I love my job. Lots. Actually, I think it's crazy how much I love my job. I love my job. I love my own office. I love my co-workers. I love my bosses. I love my clients- from all walks of life and ends of the spectrum. I mean, I REALLY love my job. That's not normal right?
I still am amazed at how my quixotic, wandering and spontaneous soul ended up in a professional career with an admirable education and a legitimate job. I remember the tortures and the worries and the hauntings I felt about becoming a lawyer. I thought it wouldn't be for me. I thought I'd never be smart enough to succeed in the legal profession. I thought my chances were slim for landing a job, especially next to my impressive law review peers. And yet, here I am. I have an associate position in a successful (although smaller) law firm with some pretty impressive (ok not like majorly impressive, but impressive to me) clients. I receive praises for my work (most of the time) and the other associates and partners show their appreciation for all the projects I help out with.
I would never have believed in all my law school life that I would end up here. Happy, productive and on the top floor of a downtown Seattle skyrise. I thought I'd eventually graduate lawschool with misgivings. I swore I would end up lost among the legal profession, unsure of where I really belonged. I thought law school would lead me down a non-legal career path into governance or social administration. I wasn't logical or practical enough for a stuffy, paper-pushing office job. And yet. Here I am, soaking it up and loving it.

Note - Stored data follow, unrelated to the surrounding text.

const share = fc.oneof(
  { weight: 4, arbitrary: fc.double({ min: 0.8, max: 1.05, noNaN: true }) },
  { weight: 1, arbitrary: fc.constantFrom(1.3, 1.5, 0.5) },
);
const which = fc.nat(20);
const deed: fc.Arbitrary<Deed> = fc.oneof(
  {
    weight: 5,
    arbitrary: fc.record({ do: fc.constant('log' as const), share, family: fc.nat(3) }),
  },
  { weight: 2, arbitrary: fc.record({ do: fc.constant('correct' as const), share, which }) },
  {
    weight: 2,
    arbitrary: fc.record({ do: fc.constantFrom('withdraw' as const, 'confirm' as const), which }),
  },
);

const FAMILIES = [0, 1, 2, 3].map((at) =>
  requestFor(PATTERNS[at % 2], MATERIALS[Math.floor(at / 2)]),
);

const learning = (engine: Engine): void => {
  /** All that stands and speaks of growth, in the order in which it came. */
  const asLogged = async (shop: TestShop): Promise<GrowthResult[]> => {
    const all = await latestResults(shop.view, { limit: 100 });
    return [...all]
      .reverse()
      .flatMap(({ family, share: seen, confirmedBy }) =>
        family === null || seen === null
          ? []
          : [{ family, share: seen, confirmed: confirmedBy !== null }],
      );
  };

  const sameAsPure = async (shop: TestShop): Promise<void> => {
    const pure = await asLogged(shop);
    for (const request of FAMILIES) {
      const family = growthFamily(request.pattern, request.material.group);
      expect(await growthIn(shop.view, family)).toEqual(growthBelief(pure, family));
    }
  };

  it('teach what the pure calculation makes of the same results, to the last digit', async () => {
    const shop = await shopOn(engine);
    for (const [at, one] of [0.93, 0.97, 0.88, 1.5, 0.91, 0.94].entries()) {
      const request = FAMILIES[at % 3] ?? requestFor();
      await logOne(shop, grown(one, request), request);
      await sameAsPure(shop);
    }
    expect(await latestResults(shop.view, { limit: 9, doubted: true })).toHaveLength(1);
  });

  it('teach the same whatever was corrected, withdrawn and confirmed in between', async () => {
    const act = async (shop: TestShop, one: Deed): Promise<void> => {
      if (one.do === 'log') {
        const request = FAMILIES[one.family] ?? requestFor();
        await logOne(shop, grown(one.share, request), request);
        return;
      }
      const standing = await latestResults(shop.view, { limit: 100 });
      const result = standing[one.which % Math.max(1, standing.length)];
      if (result === undefined) return;
      await shop.change(async (change) => {
        if (one.do === 'withdraw') return good(await withdrawResult(change, result));
        if (one.do === 'confirm') return good(await confirmResult(change, result));
        const card = await cardById(change, result.card);
        const { crest } = grown(one.share, card?.request as SetupRequest);
        return good(await correctResult(change, result, { crest }));
      });
    };
    await fc.assert(
      fc.asyncProperty(fc.array(deed, { minLength: 4, maxLength: 14 }), async (deeds) => {
        const shop = await newShop((await newRecords(engine)).store);
        for (const one of deeds) await act(shop, one);
        await sameAsPure(shop);
      }),
      { numRuns: 12 },
    );
  });

  it('are forgotten exactly when they are withdrawn', async () => {
    const shop = await shopOn(engine);
    const without = await shopOn(engine);
    const shares = [0.93, 0.97, 0.88, 0.91];
    for (const one of shares) {
      await logOne(shop, grown(one));
      if (one !== 0.97) await logOne(without, grown(one));
    }
    await shop.change(async (change) => {
      const { id } = good(await findResult(change, { number: 2 }));
      good(await withdrawResult(change, { id }));
    });
    expect(await growthTallies(shop.view)).toEqual(await growthTallies(without.view));
    for (const { id } of await latestResults(shop.view, { limit: 9 }))
      await shop.change(async (change) => good(await withdrawResult(change, { id })));
    const family = growthFamily({ kind: 'straight' }, 'steel');
    expect(await growthIn(shop.view, family)).toEqual(growthBelief([], family));
    expect(await growthTallies(shop.view)).toEqual([]);
  });

  it('wait when they are far from what was expected, until someone confirms them', async () => {
    const shop = await shopOn(engine);
    await logOne(shop, grown(0.95));
    const odd = await logOne(shop, grown(1.6));
    expect(odd.result.standing).toBe('doubted');
    expect(odd.growth).toMatchObject({ results: 1, doubted: 1 });
    const confirmed = await shop.changeBy(person('Kim'), async (change) =>
      good(await confirmResult(change, odd.result)),
    );
    expect(confirmed.result).toMatchObject({ standing: 'learned', version: 2 });
    expect(confirmed.result.confirmedBy).not.toBe(confirmed.result.madeBy);
    expect(confirmed.growth).toMatchObject({ results: 2, doubted: 0 });
    // Other numbers than those that were confirmed wait again.
    const corrected = await shop.change(async (change) =>
      good(await correctResult(change, { id: odd.result.id }, grown(1.7))),
    );
    expect(corrected.result).toMatchObject({ standing: 'doubted', confirmedBy: null });
    const noted = await shop.change(async (change) =>
      good(await correctResult(change, { id: odd.result.id }, { note: 'burr' })),
    );
    expect(noted.result).toMatchObject({ standing: 'doubted', note: 'burr' });
  });

  it('name the others that stand otherwise because of one', async () => {
    const shop = await shopOn(engine);
    const first = await logOne(shop, grown(1.6));
    const second = await logOne(shop, grown(1.55));
    expect(second.result.standing).toBe('doubted');
    const confirmed = await shop.change(async (change) =>
      good(await confirmResult(change, first.result)),
    );
    expect(confirmed.others).toEqual({ learned: [second.result.id], doubted: [] });
    const withdrawn = await shop.change(async (change) =>
      good(await withdrawResult(change, { id: first.result.id })),
    );
    expect(withdrawn.others).toEqual({ learned: [], doubted: [second.result.id] });
  });

  it('stand in the order of their moments, whichever program logged them', async () => {
    const shop = await shopOn(engine);
    const late = (content: ResultContent, at: number) =>
      shop.changeBy(
        person('Ada'),
        async (change) => good(await logResult(change, await keptFor(change), content)),
        at,
      );
    await late(grown(0.93), START + 9000);
    // A program whose clock is behind.
    const odd = await late(grown(1.27), START + 1000);
    await sameAsPure(shop);
    expect(odd.result.number).toBe(2);
  });
};
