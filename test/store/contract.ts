/** What the records promise, whichever engine keeps them. */
import fc from 'fast-check';
import { describe, expect, it, onTestFinished } from 'vitest';
import {
  type Engine,
  MADE_TABLES,
  migrate,
  openStore,
  type Store,
  StoreUnavailable,
  TABLES,
  type Tables,
} from '../../src/store/index.ts';
import { newPlace } from '../support/places.ts';
import { newRecords, START } from '../support/records.ts';

const SHOP: Tables['shop'] = {
  id: 's1',
  platform: 'terminal',
  outside: 'one',
  name: 'One',
  made_at: START,
};

const addShop = (store: Store, id = 's1') =>
  store.transact((tx) =>
    tx
      .insertInto('shop')
      .values({ ...SHOP, id, outside: id })
      .execute(),
  );

const shopIds = async (store: Store): Promise<string[]> =>
  (await store.read.selectFrom('shop').select('id').orderBy('id').execute()).map(({ id }) => id);

export const storeContract = (engine: Engine): void => {
  describe(`the records in ${engine}`, () => {
    values(engine);
    changes(engine);
    form(engine);
  });
};

const values = (engine: Engine): void => {
  it('gives back every number and text as it was given', async () => {
    const { store } = await newRecords(engine);
    await addShop(store);
    let count = 0;
    // Zero has no sign in the records: one engine drops it.
    const real = fc.double({ noNaN: true, noDefaultInfinity: true }).map((value) => value + 0);
    const whole = fc.maxSafeInteger();
    const text = fc.string({ unit: 'grapheme' }).map((said) => said.replaceAll('\0', ''));
    const property = fc.asyncProperty(real, whole, text, async (face, parts, place) => {
      count += 1;
      const row = {
        ...wheelRow(`w${count}`),
        face: face === 0 ? 0 : face,
        parts_run: parts,
        place,
      };
      await store.transact((tx) => tx.insertInto('wheel').values(row).execute());
      const back = await store.read
        .selectFrom('wheel')
        .selectAll()
        .where('id', '=', row.id)
        .executeTakeFirstOrThrow();
      expect(back).toEqual(row);
    });
    await fc.assert(property, { numRuns: 60 });
  });

  it('counts in numbers, not in words', async () => {
    const { store } = await newRecords(engine);
    await addShop(store);
    const row = await store.read
      .selectFrom('shop')
      .select((eb) => [eb.fn.countAll().as('count'), eb.fn.sum('made_at').as('sum')])
      .executeTakeFirstOrThrow();
    expect(row).toEqual({ count: 1, sum: START });
  });

  it('sorts names byte by byte, whatever language the server speaks', async () => {
    const { store } = await newRecords(engine);
    await addShop(store);
    const names = ['Zug', 'zug', 'ärger', 'apfel', 'a b', 'ab', 'a-b', 'A', '10', '9', 'ﬁ', '🔧'];
    await store.transact((tx) =>
      tx
        .insertInto('wheel')
        .values(names.map((name, at) => ({ ...wheelRow(`w${at}`), name, name_key: name })))
        .execute(),
    );
    const sorted = await store.read
      .selectFrom('wheel')
      .select('name')
      .orderBy('name_key')
      .execute();
    const byBytes = [...names].sort((a, b) => Buffer.compare(Buffer.from(a), Buffer.from(b)));
    expect(sorted.map(({ name }) => name)).toEqual(byBytes);
  });

  it('keeps a whole number whole: half a tooth is refused by the column itself', async () => {
    const { store } = await newRecords(engine);
    await addShop(store);
    const half = { ...wheelRow('w1'), teeth: 62.5 };
    await expect(
      store.transact((tx) => tx.insertInto('wheel').values(half).execute()),
    ).rejects.toThrow();
  });
};

const changes = (engine: Engine): void => {
  it('keeps a change whole or not at all', async () => {
    const { store } = await newRecords(engine);
    await expect(
      store.transact(async (tx) => {
        await tx.insertInto('shop').values(SHOP).execute();
        throw new Error('half way');
      }),
    ).rejects.toThrow('half way');
    expect(await shopIds(store)).toEqual([]);
    await addShop(store);
    expect(await shopIds(store)).toEqual(['s1']);
  });

  it('shows nobody a change before it is whole', async () => {
    const { store } = await newRecords(engine);
    await store.transact(async (tx) => {
      await tx.insertInto('shop').values(SHOP).execute();
      expect(await shopIds(store)).toEqual([]);
      const inside = await tx.selectFrom('shop').select('id').execute();
      expect(inside).toEqual([{ id: 's1' }]);
    });
    expect(await shopIds(store)).toEqual(['s1']);
  });

  it('loses none of many changes made at once', async () => {
    const { store } = await newRecords(engine);
    await addShop(store);
    await store.transact((tx) => tx.insertInto('wheel').values(wheelRow('w1')).execute());
    const more = () =>
      store.transact((tx) =>
        tx
          .updateTable('wheel')
          .set((eb) => ({ parts_run: eb('parts_run', '+', 1) }))
          .where('id', '=', 'w1')
          .execute(),
      );
    await Promise.all(Array.from({ length: 50 }, more));
    const { parts_run } = await store.read
      .selectFrom('wheel')
      .select('parts_run')
      .executeTakeFirstOrThrow();
    expect(parts_run).toBe(50);
  });

  it('makes a change again that met another one', async () => {
    const { store } = await newRecords(engine);
    await addShop(store, 's1');
    let runs = 0;
    // The first run does as if it had not seen the other; the second looks.
    const id = await store.transact(async (tx) => {
      runs += 1;
      const wanted = runs === 1 ? 's1' : 's2';
      await tx
        .insertInto('shop')
        .values({ ...SHOP, id: wanted, outside: wanted })
        .execute();
      return wanted;
    });
    expect([id, runs]).toEqual(['s2', 2]);
    expect(await shopIds(store)).toEqual(['s1', 's2']);
  });

  it('refuses a change inside a change instead of waiting for ever', async () => {
    const { store } = await newRecords(engine);
    await expect(store.transact(() => addShop(store))).rejects.toThrow(/inside a change/u);
    await addShop(store);
    expect(await shopIds(store)).toEqual(['s1']);
  });

  it('keeps a view still while others change what is there', async () => {
    const { store } = await newRecords(engine);
    await addShop(store, 's1');
    const seen = await store.snapshot(async (view) => {
      const before = await view.selectFrom('shop').select('id').execute();
      await addShop(store, 's2');
      const after = await view.selectFrom('shop').select('id').execute();
      return [before.length, after.length];
    });
    expect(seen).toEqual([1, 1]);
    expect(await shopIds(store)).toEqual(['s1', 's2']);
  });

  it('never lets a row refer to what another shop has', async () => {
    const { store } = await newRecords(engine);
    await addShop(store, 's1');
    await addShop(store, 's2');
    await store.transact((tx) => tx.insertInto('machine').values(machineRow('m1', 's1')).execute());
    const rule = { ...listed('r1', 's2'), text: 'x', machine: 'm1', material: null, base: null };
    await expect(
      store.transact((tx) => tx.insertInto('rule').values(rule).execute()),
    ).rejects.toThrow();
  });

  it('says that it is gone once it was closed', async () => {
    const place = await newPlace(engine);
    onTestFinished(place.remove);
    const store = await openStore(place);
    await store.close();
    await expect(addShop(store)).rejects.toThrow();
  });
};

const form = (engine: Engine): void => {
  it('is brought to its form once, however many start at the same time', async () => {
    const place = await newPlace(engine);
    onTestFinished(place.remove);
    const stores = await Promise.all(Array.from({ length: 4 }, () => openStore(place)));
    await Promise.all(stores.map((store, at) => addShop(store, `s${at}`)));
    for (const store of stores) expect(await shopIds(store)).toEqual(['s0', 's1', 's2', 's3']);
    await Promise.all(stores.map((store) => store.close()));
    expect(await migrate(place)).toEqual([]);
  });

  it('is refused when a newer program has written it, and left alone', async () => {
    const { store, place } = await newRecords(engine, { fresh: true });
    await addShop(store);
    const newer = { name: '9999-from-the-future', timestamp: '2031-01-01T00:00:00.000Z' };
    await store.transact((tx) =>
      tx
        .insertInto('form_step' as never)
        .values(newer as never)
        .execute(),
    );
    await expect(openStore(place)).rejects.toThrow(
      /newer Wholetooth.*9999-from-the-future.*Start the newer program/su,
    );
    expect(await shopIds(store)).toEqual(['s1']);
  });

  it('has every table in the list that backups and exports go by', async () => {
    const { store } = await newRecords(engine);
    const listed: readonly string[] = [...TABLES.map(({ name }) => name), ...MADE_TABLES].sort();
    expect(await tablesOf(store, engine)).toEqual(listed);
    for (const { name, shop, key, json } of TABLES) {
      const columns = await columnsOf(store, engine, name);
      expect(columns).toEqual(expect.arrayContaining([shop, key, ...json]));
    }
  });

  it('is a fault of ours, never the driver’s, that a caller sees', async () => {
    const { store } = await newRecords(engine, {
      watch: (statement) => {
        if (statement.includes('insert into "shop"')) throw busy(engine);
      },
      waitMs: 50,
    });
    const fault: unknown = await addShop(store).catch((error: unknown) => error);
    expect(fault).toBeInstanceOf(StoreUnavailable);
    expect(fault).toMatchObject({ reason: 'busy' });
    expect((fault as Error).message).not.toMatch(/sqlite|postgres|lock/iu);
  });
};

/** What each driver says of a lock. */
const busy = (engine: Engine): Error =>
  Object.assign(new Error('database is locked'), {
    code: engine === 'sqlite' ? 'SQLITE_BUSY' : '55P03',
  });

const FORM_TABLES = ['form_step', 'form_lock'];

/** Asked of the engine itself. */
const tablesOf = async (store: Store, engine: Engine): Promise<string[]> => {
  const rows = (await (engine === 'sqlite'
    ? store.read
        .selectFrom('sqlite_master' as never)
        .select('name' as never)
        .where('type' as never, '=', 'table' as never)
        .where('name' as never, 'not like', 'sqlite_%' as never)
        .execute()
    : store.read
        .selectFrom('information_schema.tables' as never)
        .select('table_name as name' as never)
        .where('table_schema' as never, '=', 'public' as never)
        .execute())) as { name: string }[];
  return rows
    .map(({ name }) => name)
    .filter((name) => !FORM_TABLES.includes(name))
    .sort();
};

const columnsOf = async (store: Store, engine: Engine, table: string): Promise<string[]> => {
  const rows = (await (engine === 'sqlite'
    ? store.read
        .selectFrom(`pragma_table_info` as never)
        .select('name' as never)
        .where('arg' as never, '=', table as never)
        .execute()
    : store.read
        .selectFrom('information_schema.columns' as never)
        .select('column_name as name' as never)
        .where('table_name' as never, '=', table as never)
        .execute())) as { name: string }[];
  return rows.map(({ name }) => name);
};

export const listed = (id: string, shop = 's1') => ({
  shop,
  id,
  name: id,
  name_key: id,
  version: 1,
  made_at: START,
  made_by: 'p1',
  changed_at: START,
  changed_by: 'p1',
  removed_at: null,
  removed_by: null,
});

const machineRow = (id: string, shop: string): Tables['machine'] => ({
  ...listed(id, shop),
  speeds: null,
  feeds: null,
  dial: 'diameter',
  units: null,
  largest_diameter: null,
  turning_spread: null,
  top_speed: null,
  power: null,
});

export const wheelRow = (id: string, shop = 's1'): Tables['wheel'] => ({
  ...listed(id, shop),
  kind: 'straight',
  pitch_system: 'tpi',
  pitch_value: 21,
  along_rim: 0,
  proven: null,
  teeth: null,
  diameter: null,
  face: null,
  bore: null,
  bevel: null,
  included: null,
  helix: null,
  tooth_depth: null,
  edge: null,
  pin_diameter: null,
  pin_material: null,
  place: null,
  parts_run: 0,
  state: 'good',
});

And now it all makes sense. Litigation is the perfect career path for me. I am super nerdy. I love to research. I love to learn things and be intellectual. I love to write papers. BUT I also like to be productive and see end results. Every time I get to write a motion, I satisy both of those parts of me. I get to write an argument for why something should happen and then I get to see that argument actually result in a Judge's Order and report back the end resuls to the client. It's PERFECT.
Also, litigation is awesome because, no matter how many years you practice law, you will ALWAYS come across a new issue that you've never seen before. Of course at this early stage in my career, everything is new. But it's refreshing to see that the experienced associates and partners don't know all the answers and it's kind of cool when they rely on your research and recommendations. Yesterday an associate asked me to write an opposition for a motion for expert deposition fees. Apparently, under discovery rules, if you request to take the deposition of opposing counsel's expert witness, you have to pay them for the time they spend "responding to discovery." But it's unclear whether this includes time they spend preparing for the deposition. At first, I thought this issue would be really boring- ew, fees and costs. YUK. But, it ended up being like a caselaw scavenger hunt to track down helpful cases from other jurisdictions and apply them to my case. Then applying that knowledge to a written final product that a JUDGE will read- it can't get any better for my nerdy self.
While I do love my job, it's not all 100% skittles and butterflies. I do find that my love for my job starts to dwindle by the time 5pm rolls around. And the nights that I am up until 1:30am finishing a "last minute, high priority" motion, I often rethink my career choice. But then I always wake up refreshed (or with a sleep deprivation hang-over, completely jacked up on caffeine) with a renewed sense of love.
And then there are paydays. Totally. Worth. Every. Late. Night.